Было жарко. Пахло травой и цветами. Верещали кузнечики и выпрыгивали из травы под самым носом, И сколько в траве копошилось разных козявок, жучков и червячков!

Большой букет увядал в моей землянке, а Ольга не находилась. Тогда я полез во второй раз и набрал букет для Веры в память за подаренный пистолет.

Вера растерянно отшатнулась, взяла букет словно мину, понюхала, покраснела и призналась, что ей еще никто никогда не дарил цветы. Это правда. Когда мы росли, то почему-то считали мещанством одеваться по моде и дарить девушкам цветы.

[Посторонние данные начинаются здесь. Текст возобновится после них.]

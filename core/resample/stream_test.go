package resample

import (
	"math"
	"testing"

	"github.com/stretchr/testify/assert"
)

// The first ten numbers from the state 1, 2, 3, 4, and SplitMix64's first
// from 1234567 and 0: computed by a C program of the authors' published text
// (Blackman & Vigna, xoshiro256plusplus.c 1.0 and splitmix64.c), the first
// three again in Python.
func TestStreamIsXoshiro(t *testing.T) {
	r := stream{1, 2, 3, 4}
	for _, want := range []uint64{
		41943041, 58720359, 3588806011781223, 3591011842654386, 9228616714210784205,
		9973669472204895162, 14011001112246962877, 12406186145184390807, 15849039046786891736, 10450023813501588000,
	} {
		assert.Equal(t, want, r.Uint64())
	}
	state := uint64(1234567)
	for _, want := range []uint64{
		6457827717110365317, 3203168211198807973, 9817491932198370423, 4593380528125082431, 16408922859458223821,
	} {
		assert.Equal(t, want, mix(state))
		state += weyl
	}
	assert.Equal(t, uint64(16294208416658607535), mix(0))
}

// The same C program: SplitMix64 from seed 1, its first number and the block
// the state of another, whose first number is the state of the one that fills
// the generator.
func TestStreamStartsFromSeedAndBlock(t *testing.T) {
	var r stream
	r.restart(1, 7)
	for _, want := range []uint64{10953763850337304509, 15834056129625131878, 5096704163627402919} {
		assert.Equal(t, want, r.Uint64())
	}
	seen := map[stream]bool{}
	for _, seed := range []uint64{0, 1, 2, math.MaxUint64} {
		for block := range 200 {
			r.restart(seed, block)
			assert.False(t, seen[r], "seed %d, block %d", seed, block)
			seen[r] = true
		}
	}
}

Л сейчас считалось доблестью поднести цветы, добытые с нейтральной полосы. И я тоже еще раз за ними поползу — ни для кого, просто так, за цветами.

Недавно командир батареи послал меня выбрать огневую позицию для стрельбы прямой наводкой из боевых порядков пехоты. Короче говоря, для стрельбы по танкам. И хотя на нашем участке фронта сравнительно тихо, противник, вероятно, что-то замышляет. Сейчас ему не до нас — он штурмует Севастополь, но командование наше, видимо, что-то чувствует. Везде строятся дополнительные оборонительные сооружения, запасные позиции, выкладываются новые полосы минных полей.

Я решил, что наиболее подходящее место — где Московское шоссе переваливает через высоту. Туда быстрее и легче подтащить паши неуклюжие пушки.

Шоссе из Ленинграда прямой стрелой упирается в Пулково, йотом делает поворот, идет на восток по склону горы и переваливает через ее гребень.